# PSPI: Prokaryote SP Identifier
A model using long short-term memory and (n,k)-mers to identify prokaryotic SPs

## Contents
Several demo files have been included in the folders
### datasets/
For training and testing purposes
```
datasets/training/positives: Place any positive training data here
datasets/training/negatives: Place any negative training data here
datasets/testing/positives: Place any positive testing data here
datasets/testing/negatives: Place any negative testing data here

```
### input_files/
The default location PSPI will search for files to process

### output_files/
Results will be found here

### model_default.pkl
The default model this program uses

### pspi.py
The exectuable itself

### README.md
This file

## Dependencies
```
python 3.11.5
keras 2.15.0
numpy 1.24.3
scikit-learn 1.3.0
```
## File Format requirements
input files must be in fasta format. The entire sequence must be contained on a single line.

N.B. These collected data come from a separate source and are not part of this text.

def _exact_refits(res, idx, settings, p0, base, free, inv_se, infl_free, exact, progress,
                  cancel):
    """Refit leaving out each used point in turn (one BLAS thread: small solves).

    Fills ``infl_free`` and ``exact`` in place; returns ``(cancelled, done, n_failed)``.
    """
    n = idx.size
    cancelled, done, n_failed = False, 0, 0
    warm = WarmRefit.from_fit(res, settings)
    with small_problem(n * int(np.count_nonzero(free))):
        for pos, i in enumerate(idx):
            if cancel is not None and cancel():
                cancelled = True
                break
            excl = base.copy()
            excl[i] = True
            try:
                # Newton from the full fit where it applies and settles (fitcore.refits),
                # else the full fit; both solve the same equations to the same root
                got = warm.values(res.x, res.y, res.sigma, excl)
                if got is None:
                    got = fit(res.model, res.x, res.y, sigma=res.sigma, excluded=excl, p0=p0,
                              **settings).values
                vals = got[free]
                if not np.all(np.isfinite(vals)):
                    raise FitError("non-finite estimates")
                infl_free[pos] = (vals - res.values[free]) * inv_se
            except (FitError, ValueError, ArithmeticError, np.linalg.LinAlgError):
                infl_free[pos] = np.nan
                n_failed += 1
            exact[i] = True
            done += 1
            if progress is not None:
                progress(done, n)
    return cancelled, done, n_failed


def point_diagnostics(res: FitResult, exact_limit: int = 500, *,
                      progress: Callable[[int, int], None] | None = None,
                      cancel: Callable[[], bool] | None = None,
                      hold_shape: bool = True) -> PointDiagnostics:
    """Leverage, standardised residual, Cook's distance and influence per point.

    Parameters
    ----------
    res
        A finished fit.
    exact_limit
        Up to this many used points the influence comes from exact refits, above it
        from the one-step approximation (``exact_limit=0`` forces the approximation).
    progress
        ``progress(i, total)`` after each exact refit.
    cancel
        ``cancel() -> True`` stops the refits; the points not refitted keep the
        one-step values (``exact`` is False there) and ``cancelled`` is True.
    hold_shape
        For an adaptive fit, refit with the shape alpha and scale c held at their
        fitted values (the influence on the parameters at the chosen loss; re-fitting
        alpha for every point would take about ten times longer).
    """
    if not isinstance(res, FitResult):
        raise FitError("point diagnostics need a finished fit (a FitResult)")
    n_all = res.x.size
    p_all = len(res.param_names)
    idx, J, r, _ = whitened(res)
    n, k = J.shape
    nanv = np.full(n_all, np.nan)
    if n == 0 or k == 0:
        raise FitError("the fit has no used points or no fitted parameters")
    if not np.all(np.isfinite(J)):
        raise FitError("the model's derivatives are not finite at the fitted parameters, "
                       "so leverage cannot be computed")
    w = np.ones(n) if res.loss == "l2" else np.clip(res.weights[idx], 0.0, None)
    h = hat_values(J * np.sqrt(w)[:, None])
    leverage = nanv.copy()
    leverage[idx] = h
    u = res.std_residuals[idx]
    with np.errstate(all="ignore"):
        one_minus = np.where(h < 1.0 - 1e-12, 1.0 - h, np.nan)
        t = u / np.sqrt(one_minus)
        cook = t * t * h / (k * one_minus)
    std_res = nanv.copy()
    std_res[idx] = t
    cooks = nanv.copy()
    cooks[idx] = cook

    threshold = 2.0 * k / n
    high = np.zeros(n_all, bool)
    high[idx] = (h > threshold) | (h > HIGH_LEVERAGE_ABS)

    # ---------------------------------------------------------------- influence
    se = res.stderr[res.free]
    with np.errstate(all="ignore"):
        inv_se = np.where((se > 0) & np.isfinite(se), 1.0 / se, np.nan)
    # the scale equation joins the Newton step where the fit estimated the scale by
    # Huber's proposal 2 (M-losses with scale "auto")
    with_scale = (res.loss not in OWN_SCALE
                  and "proposal 2" in str(res.scale_method))
    delta, approx_name = _one_step(res, J, r, with_scale)
    infl_free = delta * inv_se[None, :]
    exact = np.zeros(n_all, bool)
    n_failed = 0
    cancelled = False
    done = 0
    if n <= exact_limit:
        settings = refit_settings(res, hold_shape=hold_shape)
        p0 = dict(zip(res.param_names, (float(v) for v in res.values)))
        base = np.asarray(res.excluded, bool)
        free = res.free
        cancelled, done, n_failed = _exact_refits(res, idx, settings, p0, base, free, inv_se,
                                                  infl_free, exact, progress, cancel)
    influence = np.full((n_all, p_all), np.nan)
    influence[np.ix_(idx, np.flatnonzero(res.free))] = infl_free
    with np.errstate(all="ignore"):
        max_infl = nanv.copy()
        finite_rows = np.any(np.isfinite(infl_free), axis=1)
        mi = np.full(n, np.nan)
        mi[finite_rows] = np.nanmax(np.abs(infl_free[finite_rows]), axis=1)
        max_infl[idx] = mi

    shape_note = ""
    if res.loss == "adaptive" and hold_shape:
        shape_note = "; adaptive loss refitted at its fitted alpha and scale c"
    if n > exact_limit:
        method = (f"{approx_name} ({n} used points > {exact_limit}, the limit for "
                  f"exact refits)")
    elif cancelled:
        method = (f"exact refits for {done} of {n} points (cancelled); {approx_name} "
                  f"for the rest")
    else:
        method = f"exact refits leaving out each of the {n} used points in turn"
    method += shape_note
    if n_failed:
        method += f"; {n_failed} refit{'s' if n_failed != 1 else ''} failed"

    d = PointDiagnostics(leverage=leverage, std_residuals=std_res, cooks_distance=cooks,
                         influence=influence, max_influence=max_infl, exact=exact,
                         high_leverage=high, threshold=threshold, n_used=n, n_params=k,
                         method=method, note="", n_failed=n_failed, cancelled=cancelled)
    d.note = d.leverage_note()
    return d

This tool is designed to identify amino acid sequences of at-most 100 AAs. Including longer sequences may have undefined behaviors

## Execution
You must be in the PSPI folder to run the program. 
If you have multiple files you wish to run at once, place them all in the input_files directory.

The required command is
```
python3 pspi.py
```
This will cause the program to use model_default.pkl to identify SPs in all the files saved in input_files/ and save the results to output_files/results.csv

### Optional arguments
```
-m <model name> : Select a preexisting model to use instead of the default model
-t <model name> : Have the tool build a new model using the files in datasets/training and test the model using the files in datasets/testing. Argument requires a name for the newly trained model
-r <model name> : Test an existing model using the files in datasets/testing. Argument requires the name of the model to test
-i <input file path> : Provide a specific file. Input must be the filepath to the specific file and be in fasta format. If this option isn't used, PSPI will take every file in input_files as input
-o <output file path> : Define a specific name for the output file. Default name is results.csv
-l <float [0,1]> : Select the threshold value required to flag a sequence as a short protein. Value must be between 0 and 1. Default is 0.75
```
### Examples
```
Running with a custom model:
python3 pspi.py -m my_model.pkl -i my_input.fasta -o my_output.csv -l .35

building and testing a new model:
python3 pspi.py -t my_model.pkl

testing an existing model on the testing data:
python3 pspi.py -r my_model.pkl
```

## Training your own model
Training and testing data must match the format requirements for input files.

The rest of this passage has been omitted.